CINEMATIC SENSES
Cinematic Senses
Exhibition Laboratory, Helsinki
11 September – 18 October 2015
Artists: Henni Alftan, Anna Estarriola, Tiina Heiska, Saana Inari, Ivan Plusch, Tiina Pyykkinen, Tuomo Rainio, Salla Salin
Curatorial team: Anastasia Isakova, Mia Kivinen, Ville Laaksonen, Ulla-Maija Pitkänen, Maria Savela, Katariina Timonen
Project description:
Cinematic Senses challenged conventional notions of cinema as an art form primarily defined by sight and sound. The exhibition explored how cinematic experience — the temporal, immersive, and affective qualities of film — can manifest across other artistic media, particularly painting, installation, and performative environments.

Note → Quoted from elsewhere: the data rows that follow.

import { describe, expect, it } from "vitest";
import { cellGraphics, hatchSegments, mergeIntervals, outlinePath } from "@/lib/poster/draw";
import type { Box } from "@/lib/poster/layout";

const points = (d: string) =>
  [...d.matchAll(/[ML](-?[\d.]+) (-?[\d.]+)/g)].map((m) => [Number(m[1]), Number(m[2])] as const);

describe("cell drawing", () => {
  it("clips hatch lines to their cell, all running the same diagonal", () => {
    for (const box of [
      { x: 10, y: 20, width: 80, height: 45 },
      { x: 0, y: 0, width: 30, height: 60 },
    ]) {
      const d = hatchSegments(box);
      const pts = points(d);
      expect(pts.length).toBeGreaterThanOrEqual(8);
      for (const [x, y] of pts) {
        expect(x).toBeGreaterThanOrEqual(box.x - 1e-3);
        expect(x).toBeLessThanOrEqual(box.x + box.width + 1e-3);
        expect(y).toBeGreaterThanOrEqual(box.y - 1e-3);
        expect(y).toBeLessThanOrEqual(box.y + box.height + 1e-3);
      }
      for (let i = 0; i < pts.length; i += 2) {
        const [x0, y0] = pts[i] as readonly [number, number];
        const [x1, y1] = pts[i + 1] as readonly [number, number];
        expect(x1 - x0).toBeCloseTo(y0 - y1, 2); // 45 degrees, rising to the right
      }
    }
    expect(hatchSegments({ x: 0, y: 0, width: 0, height: 0 })).toBe("");
  });

  it("fills only coloured cells, hatches only hatched ones and insets heavy borders by half their width", () => {
    const g = cellGraphics([
      { box: { x: 0, y: 0, width: 40, height: 20 }, view: { background: "#ffffff", hatch: false, border: 0 } },
      { box: { x: 40, y: 0, width: 40, height: 20 }, view: { background: "#c8c8c8", hatch: true, border: 0 } },
      { box: { x: 80, y: 0, width: 40, height: 20 }, view: { background: "#e69f00", hatch: false, border: 0.1 } },
    ]);
    expect(g.fills.map((f) => f.color)).toEqual(["#c8c8c8", "#e69f00"]);
    expect(g.fills[0]!.d).toBe("M40 0h40v20h-40z");
    expect(points(g.hatch).every(([x]) => x >= 40 && x <= 80)).toBe(true);
    expect(g.borders).toEqual([{ box: { x: 81, y: 1, width: 38, height: 18 }, width: 2 }]);
    // Three cells in a row: two long horizontal lines and four vertical ones.
    expect(g.rules).toBe("M0 0H120M0 20H120M0 0V20M40 0V20M80 0V20M120 0V20");
  });

  it("joins touching and overlapping intervals and keeps gaps", () => {
    expect(
      mergeIntervals([
        [5, 8],
        [0, 2],
        [2, 4],
        [7, 9],
      ]),
    ).toEqual([
      [0, 4],
      [5, 9],
    ]);
    expect(mergeIntervals([])).toEqual([]);
  });

  it("outlines exactly the edges of the boxes: every edge point is on a line, every line point on an edge", () => {
    // A 10 x 12 grid with its heading row and column, and a separate block with a gap.
    const boxes: Box[] = [];
    for (let r = 0; r < 11; r++)
      for (let c = 0; c < 13; c++) boxes.push({ x: 30 + c * 41.3, y: 50 + r * 27.7, width: 41.3, height: 27.7 });
    boxes.push({ x: 30, y: 400, width: 50, height: 20 }, { x: 90, y: 400, width: 50, height: 20 });
    const d = outlinePath(boxes);
    const lines = [...d.matchAll(/M(-?[\d.]+) (-?[\d.]+)([HV])(-?[\d.]+)/g)].map((m) => ({
      x: Number(m[1]),
      y: Number(m[2]),
      dir: m[3] as "H" | "V",
      to: Number(m[4]),
    }));
    // 12 horizontal and 14 vertical lines for the grid; 4 + 4 for the two boxes with a gap between.
    expect(lines.length).toBe(12 + 14 + 4 + 4);
    const onLine = (x: number, y: number) =>
      lines.some((l) =>
        l.dir === "H"
          ? Math.abs(y - l.y) < 2e-3 && x >= l.x - 2e-3 && x <= l.to + 2e-3
          : Math.abs(x - l.x) < 2e-3 && y >= l.y - 2e-3 && y <= l.to + 2e-3,
      );
    const onEdge = (x: number, y: number) =>
      boxes.some(
        (b) =>
          ((Math.abs(y - b.y) < 2e-3 || Math.abs(y - b.y - b.height) < 2e-3) &&
            x >= b.x - 2e-3 &&
            x <= b.x + b.width + 2e-3) ||
          ((Math.abs(x - b.x) < 2e-3 || Math.abs(x - b.x - b.width) < 2e-3) &&
            y >= b.y - 2e-3 &&
            y <= b.y + b.height + 2e-3),
      );
    for (const b of boxes)
      for (let t = 0; t <= 1; t += 0.125) {
        expect(onLine(b.x + t * b.width, b.y)).toBe(true);
        expect(onLine(b.x + t * b.width, b.y + b.height)).toBe(true);
        expect(onLine(b.x, b.y + t * b.height)).toBe(true);
        expect(onLine(b.x + b.width, b.y + t * b.height)).toBe(true);
      }
    for (const l of lines)
      for (let t = 0; t <= 1; t += 1 / 64) {
        const x = l.dir === "H" ? l.x + t * (l.to - l.x) : l.x;
        const y = l.dir === "V" ? l.y + t * (l.to - l.y) : l.y;
        expect(onEdge(x, y), `${x},${y}`).toBe(true);
      }
    // The gap between the two separate boxes stays open.
    expect(onLine(85, 400)).toBe(false);
  });
});
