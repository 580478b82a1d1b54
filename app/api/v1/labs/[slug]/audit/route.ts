import { api } from "@/lib/http/route";
import { listAudit } from "@/lib/ops/audit";

export const GET = api<{ slug: string }>(({ caller, params, query }) =>
  listAudit(caller, { lab: params.slug }, query()),
);
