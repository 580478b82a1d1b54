// The grids fill the page: for every paper size and orientation and each demo chart, no empty
// band taller than one cell between header, grids and footer, and the grids' share of the
// printable area is measured (and printed, to compare layouts).
import { describe, expect, it } from "vitest";
import { DEMO_CHARTS } from "@/db/demo-charts";
import { layoutPoster, type Box } from "@/lib/poster/layout";
import { layoutInputFor } from "@/lib/poster/model";
import { ORIENTATIONS, PAPER_IDS } from "@/lib/poster/paper";
import { snapshotOf } from "@/tests/support/poster-fixtures";

const ids = { nc: 1, sc: 2, stent: 7 };
const bottomOf = (b: Box) => b.y + b.height;

describe("the grids fill the page", () => {
  for (const chart of DEMO_CHARTS) {
    it(`${chart.title}: every paper and orientation`, () => {
      const shares: string[] = [];
      for (const paper of PAPER_IDS)
        for (const orientation of ORIENTATIONS) {
          const def = { ...(chart.definition(ids) as object), paper, orientation };
          const snapshot = snapshotOf(def as never);
          const l = layoutPoster(layoutInputFor(snapshot, { status: "approved" }));
          const label = `${paper} ${orientation}`;
          const cell = Math.min(...l.grids.map((g) => g.cellHeight));
          const top = Math.min(...l.grids.map((g) => g.box.y));
          const gridsBottom = Math.max(...l.grids.map((g) => bottomOf(g.box)));
          const headerBottom = bottomOf(l.banner ?? l.header);
          // Between the header and the first grid: the layout's gap plus at most one cell.
          expect(top - headerBottom, `${label}: band above the grids`).toBeLessThanOrEqual(cell + 1e-6 + 20 * l.scale);
          const footerTop = l.footer === "bottom" ? Math.min(l.legend.y, l.edition.y, l.qr.y) : l.caution.y;
          expect(footerTop - gridsBottom, `${label}: band below the grids`).toBeLessThanOrEqual(
            cell + 1e-6 + 20 * l.scale,
          );
          const printable = (l.page.width - 2 * l.margin) * (l.page.height - 2 * l.margin);
          const share = l.grids.reduce((a, g) => a + g.box.width * g.box.height, 0) / printable;
          // Small sheets lose more to the labels sized for the reading distance; the chart's own paper
          // (the one it is approved on) gives the grids at least 40 %.
          expect(share, `${label}: grid share`).toBeGreaterThan(0.2);
          const own = chart.definition(ids) as { paper: string; orientation: string };
          if (own.paper === paper && own.orientation === orientation)
            expect(share, `${label} (the chart's own paper): grid share`).toBeGreaterThan(0.4);
          shares.push(`${label} ${(share * 100).toFixed(0)}%`);
        }
      console.log(`${chart.title}: grid share of the printable area: ${shares.join(", ")}`);
    });
  }
});
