import { describe, expect, it } from "vitest";
import { snapshotGrids } from "@/lib/charts/snapshot";
import { CARD_HEAD_HEIGHT, CARD_HEAD_LINES, CARD_PAGE, cardGrid, cardSides, layoutCard } from "@/lib/poster/card";
import { potDefinition, snapshotOf } from "../../support/poster-fixtures";

describe("badge card layout", () => {
  const snapshot = snapshotOf(potDefinition);
  const grid = cardGrid(snapshotGrids(snapshot)[0]!, cardSides(snapshot)[0]);
  const l = layoutCard(grid);

  it("keeps the head's two lines clear of the grid below them", () => {
    const lines =
      CARD_HEAD_LINES.title.fontSize * CARD_HEAD_LINES.title.lineHeight +
      CARD_HEAD_LINES.detail.fontSize * CARD_HEAD_LINES.detail.lineHeight;
    expect(l.head.height).toBe(CARD_HEAD_HEIGHT);
    expect(lines).toBeLessThanOrEqual(l.head.height);
    // The grid's column headings start below the head.
    expect(l.head.y + l.head.height).toBeLessThanOrEqual(l.grid.cellsY - l.grid.colHeadHeight);
  });

  it("stays on the ID-1 page (ISO/IEC 7810: 85.60 x 53.98 mm)", () => {
    for (const b of [l.head, l.qr, l.code, l.key, l.caution]) {
      expect(b.x).toBeGreaterThanOrEqual(0);
      expect(b.y).toBeGreaterThanOrEqual(0);
      expect(b.x + b.width).toBeLessThanOrEqual(CARD_PAGE.width + 1e-9);
      expect(b.y + b.height).toBeLessThanOrEqual(CARD_PAGE.height + 1e-9);
    }
  });
});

The participating artists engaged with film not merely as a reference or subject, but as a mode of sensing and thinking. Their works suggested that cinematic perception is not limited to the moving image; it can also exist in static form, within the rhythm of color, surface, and gesture. The viewer’s gaze becomes mobile, scanning layers of image and meaning, while memory and imagination construct movement within stillness.
In this sense, Cinematic Senses positioned painting as an expanded screen — one that operates through visual residue, emotional tempo, and atmospheric suggestion rather than narrative sequence. The exhibition invited audiences to experience the cinematic not as projection, but as embodied perception, where time unfolds internally rather than on a literal screen.
A related performance event, NON STOP SENSE (3 October 2015), extended this investigation into the live and temporal domain, presenting performances that echoed the exhibition’s cinematic logic through gesture, repetition, and sound.
The curatorial approach foregrounded the idea that contemporary art continuously redefines its sensory vocabulary: cinema dissolves into painting, painting becomes performative, and perception itself turns cinematic. Cinematic Senses thus proposed that the true medium of film today may not be the camera — but the body, the image, and the act of seeing itself.